Please give the count of lines in the listing underneath that hold "SECTIONS", leaving out everything else.

Input
——

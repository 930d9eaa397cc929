"""`bedload init`: a sample of messages in, a commented settings file that fits them out."""

from __future__ import annotations

import glob
import json
import re
import textwrap
from collections.abc import Callable, Iterable, Sequence
from pathlib import Path
from typing import Any

from stream.runs.columns import Column, columns_of
from stream.runs.guesses import FieldGuess, guess_field, only_in_rejects
from stream.runs.roles import Role, guess_roles
from stream.runs.sample import Sample, read_sample
from stream.settings import MessagePaths
from stream.settings.keys import FIELD_KINDS, Key, known_keys
from stream.sources.files import STANDARD_INPUT

__all__ = ["draft"]

MOST_PATHS = 300
WIDTH = 100

SECTIONS = {
    "feed": "Where messages come from.",
    "message": "Where the parts of a message stand: dotted paths into its JSON object.",
    "outcomes": "Outcomes that come late, in a feed of their own. No command joins them yet; leave it so.",
    "space": "The weight space. A change here, or of a field, wants a new model; fields and crosses may be "
    "added to a live one (--accept-settings).",
    "learner": "How weights are learned.",
    "state": "What is kept on disk, and what bounds the memory.",
    "metrics": "Metrics of predictions made before each update.",
    "worker": "How `bedload work` lives: what it does after so many seconds, and how it is watched.",
    "rejects": "What becomes of rejected messages.",
    "scores": "Scores out, of `bedload work`: one for each message, from before its update.",
}
ACTIVE = {
    "feed.kind",
    "space.address_bits",
    "space.seed",
    "learner.method",
    "learner.learning_rate",
    "learner.l1_per_example",
    "state.folder",
    "state.checkpoint_every",
}
EXAMPLES = {
    "feed.start": "earliest",
    "feed.topic": "messages",
    "feed.sasl": "SCRAM-SHA-512",
    "learner.horizon": 10_000_000,
    "learner.averaging": 10_000_000,
    "outcomes.topic": "outcomes",
    "outcomes.id": "id",
    "outcomes.label": "outcome",
    "outcomes.time": "at",
    "outcomes.wait": "48h",
    "state.idle_after": 10_000_000,
    "state.max_live": 20_000_000,
    "worker.metrics_port": 9_464,
    "worker.unavailable_after_s": 600,
    "rejects.topic": "rejected",
    "scores.topic": "scored",
}
"""Shown, commented out, for keys without a default."""


def draft(sample: Path, folder: Path | None = None, doubt: Callable[[str], None] = lambda text: None) -> str:
    """The text of a settings file that fits the messages of `sample`, ready to run.

    `folder`: where the file will be put (the working folder by default); the feed's path is written relative
    to it. `doubt` is told what a person should look at before learning. Raises InputMissing, NoPermission
    or FileTrouble when the sample cannot be read, BadData when it holds no message.
    """
    read = read_sample(sample)
    columns, maps = columns_of(read.messages)
    roles = guess_roles(columns)
    taken = {role.path for role in roles.values()}
    label = next((column for column in columns if column.path == roles["label"].path), None)
    guesses = [
        guess
        for column in columns[:MOST_PATHS]
        if column.path not in taken and (guess := guess_field(column, label)) is not None
    ]
    guesses = only_in_rejects(guesses, columns, _rejected(_used(roles, guesses)))
    used = _used(roles, guesses)
    malformed = [*_malformed(read), *_too_many(read, _rejected(used))]
    for text in [*malformed, *(one.doubt for one in used if one.doubt)]:
        doubt(text)
    parts = [
        _head(sample, read, malformed),
        _section("feed", {"feed.paths": ([_feed_path(sample, folder or Path())], "")}),
        _section("message", {f"message.{name}": (role.path, role.remark) for name, role in roles.items()}),
        _section("outcomes"),
        _fields(guesses, maps, len(columns) - MOST_PATHS),
        _crosses(guesses),
        _section("space"),
        _section("learner"),
        _section("state"),
        _section("metrics", {"metrics.slice_by": (None, _slice_remark(guesses, columns))}),
        _section("worker"),
        _section("rejects"),
        _section("scores"),
    ]
    return "\n\n".join(parts) + "\n"


def _feed_path(sample: Path, folder: Path) -> str:
    if str(sample) == STANDARD_INPUT:
        return STANDARD_INPUT
    absolute = sample.absolute()
    home = folder.absolute()
    path = absolute.relative_to(home) if absolute.is_relative_to(home) else absolute
    return glob.escape(str(path))


def _used(roles: dict[str, Role], guesses: Sequence[FieldGuess]) -> list[Role | FieldGuess]:
    """What the settings will read."""
    taken = {role.path for role in roles.values()}
    read = [guess for guess in guesses if guess.active or _leads_on(guess, guesses, taken)]
    return [*roles.values(), *read]


def _rejected(used: Iterable[Role | FieldGuess]) -> frozenset[int]:
    """The messages of the sample that a run with these settings would reject."""
    return frozenset().union(*(one.rejected for one in used))


def _leads_on(guess: FieldGuess, guesses: Sequence[FieldGuess], taken: set[str | None]) -> bool:
    """Whether a path below that of `guess` is read, so that what is no object there is rejected."""
    read = {one.path for one in guesses if one.active} | taken
    return any(path is not None and path.startswith(f"{guess.path}.") for path in read)


def _head(sample: Path, read: Sample, malformed: Sequence[str]) -> str:
    return _remark(
        f"Settings for Bedload, from the first {len(read.messages):,} messages of {_quoted(sample.name)}.",
        "A line that begins with # is a remark, or a key at its default; take the # away to change it.",
        "What was guessed says so: read it once. docs/settings.md has every key.",
        *malformed,
    )


def _malformed(read: Sample) -> list[str]:
    """What to say of lines that are no message at all."""
    if not read.bad_lines:
        return []
    lines = read.bad_lines + len(read.messages)
    are = "is" if read.bad_lines == 1 else "are"
    return [
        f"{read.bad_lines:,} of the sample's {lines:,} lines {are} malformed and will be rejected; the first "
        f"is {read.first_bad}."
    ]


def _too_many(read: Sample, rejected: frozenset[int]) -> list[str]:
    """What to say where a run over such lines would stop; `rejected`: messages that do not fit the guess."""
    allowed = MessagePaths().max_reject_share
    lines, count = read.bad_lines + len(read.messages), read.bad_lines + len(rejected)
    if count <= allowed * lines:
        return []
    return [
        f"With {count:,} of {lines:,} lines rejected, more than message.max_reject_share = {allowed:g} "
        "allows, a run would stop: mend the feed, or raise that share."
    ]


def _section(name: str, guessed: dict[str, tuple[Any, str]] | None = None) -> str:
    keys = [
        _key(key, *(guessed or {}).get(key.dotted, (None, ""))) for key in known_keys() if key.section == name
    ]
    return "\n\n".join([f"{_remark(SECTIONS[name])}\n[{name}]", *keys])


def _key(key: Key, value: Any, remark: str) -> str:
    """One key with its meaning, commented out where it stays at its default."""
    default = "none" if key.default is None else _toml(key.default)
    lines = [_remark(key.meaning, f"Allowed: {key.allowed}. Default: {default}.", *filter(None, [remark]))]
    if value is not None:
        lines.append(f"{key.name} = {_toml(value)}")
    elif key.default is None:
        stand_in = "path" if key.section == "message" else "name"
        lines.append(f"# {key.name} = {_toml(EXAMPLES.get(key.dotted, stand_in))}")
    else:
        lines.append(f"{'' if key.dotted in ACTIVE else '# '}{key.name} = {_toml(key.default)}")
    return "\n".join(lines)


def _fields(guesses: Sequence[FieldGuess], maps: dict[str, int], unlisted: int) -> str:
    keys = [key for key in known_keys() if key.section == "fields"]
    lines = [
        _remark(
            "Fields: what of a message makes tokens, one table each.",
            *(
                f"- {key.name} ({_takers(key)}): {key.meaning} Allowed: {key.allowed}.{_default(key)}"
                for key in keys
            ),
        )
    ]
    names: set[str] = set()
    lines += [_field(guess, names) for guess in guesses]
    lines += [
        _remark(f"Left out: {_quoted(path)}: an object with {count:,} different keys; make it a list")
        for path, count in maps.items()
    ]
    if unlisted > 0:
        lines.append(_remark(f"Left out: {unlisted:,} further paths"))
    if not any(guess.active for guess in guesses):
        lines.append(_remark("Nothing in the sample looks like a field to learn from: add one."))
    return "\n\n".join(lines)


def _default(key: Key) -> str:
    if key.required:
        return " Required."
    return f" Default: {_toml(key.default)}." if key.name != "name" else ""


def _takers(key: Key) -> str:
    return "every kind" if len(key.kinds) == len(FIELD_KINDS) else " and ".join(key.kinds)


def _field(guess: FieldGuess, names: set[str]) -> str:
    if guess.kind is None:
        return _remark(f"Left out: {_quoted(guess.path)}: {guess.reason}")
    block = ["[[fields]]", f"path = {_toml(guess.path)}"]
    name = _name(guess.path, names)
    if name != guess.path:
        block.append(f"name = {_toml(name)}")
    block.append(f"kind = {_toml(guess.kind)}")
    block += [f"{option} = {_toml(value)}" for option, value in guess.options.items()]
    if guess.active:
        return "\n".join([_remark(f"Guess: {guess.reason}."), *block])
    return "\n".join([_remark(f"Left out: {guess.reason}."), *(f"# {line}" for line in block)])


def _name(path: str, names: set[str]) -> str:
    """The path, or like it, where it may not be a name; unlike all `names`, to which it is added."""
    name = plain = re.sub(r"[&\x00-\x1f\x7f-\x9f]", "_", path)
    number = 2
    while name in names:
        name = f"{plain}_{number}"
        number += 1
    names.add(name)
    return name


def _crosses(guesses: Sequence[FieldGuess]) -> str:
    key = next(key for key in known_keys() if key.dotted == "crosses.paths")
    categories = _own_names(guesses, "category")
    names = [*categories, *_own_names(guesses, "quantity", "list"), *_own_names(guesses, "words")]
    example = names[:2] if len(names) > 1 else ["one field", "another"]
    return "\n".join(
        [
            _remark(
                "Crosses: tokens of two or more fields taken together, where they say more than each alone.",
                f"{key.name}: {key.meaning} Allowed: {key.allowed}. Default: no crosses.",
            ),
            "# [[crosses]]",
            f"# paths = {_toml(example)}",
        ]
    )


def _own_names(guesses: Iterable[FieldGuess], *kinds: str) -> list[str]:
    """Fields of these kinds whose name is their path."""
    return [g.path for g in guesses if g.active and g.kind in kinds and _name(g.path, set()) == g.path]


def _slice_remark(guesses: Sequence[FieldGuess], columns: Sequence[Column]) -> str:
    categories = _own_names(guesses, "category")
    sizes = {column.path: column.usual.distinct for column in columns if column.path in categories}
    few = [path for path, size in sizes.items() if size <= 20]
    return f"Candidates: {', '.join(_quoted(path) for path in few[:5])}." if few else ""


def _toml(value: Any) -> str:
    """A value as TOML writes it; whole numbers from 10,000 on in groups of three digits."""
    if isinstance(value, bool):
        return "true" if value else "false"
    if isinstance(value, int):
        return f"{value:_}" if abs(value) >= 10_000 else str(value)
    if isinstance(value, float):
        return repr(value)
    if isinstance(value, str):
        return _quoted(value)
    return f"[{', '.join(_toml(item) for item in value)}]"


def _quoted(text: str) -> str:
    """A TOML basic string; JSON escapes the same, but for DEL."""
    return json.dumps(text, ensure_ascii=False).replace("\x7f", "\\u007F")


def _remark(*paragraphs: str) -> str:
    lines = [
        line
        for text in paragraphs
        for line in textwrap.wrap(text, WIDTH - 2, break_long_words=False, break_on_hyphens=False)
    ]
    return "\n".join(f"# {line}" for line in lines).replace("\x7f", "?")  # TOML allows no DEL in a remark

——

Solution to the problem
2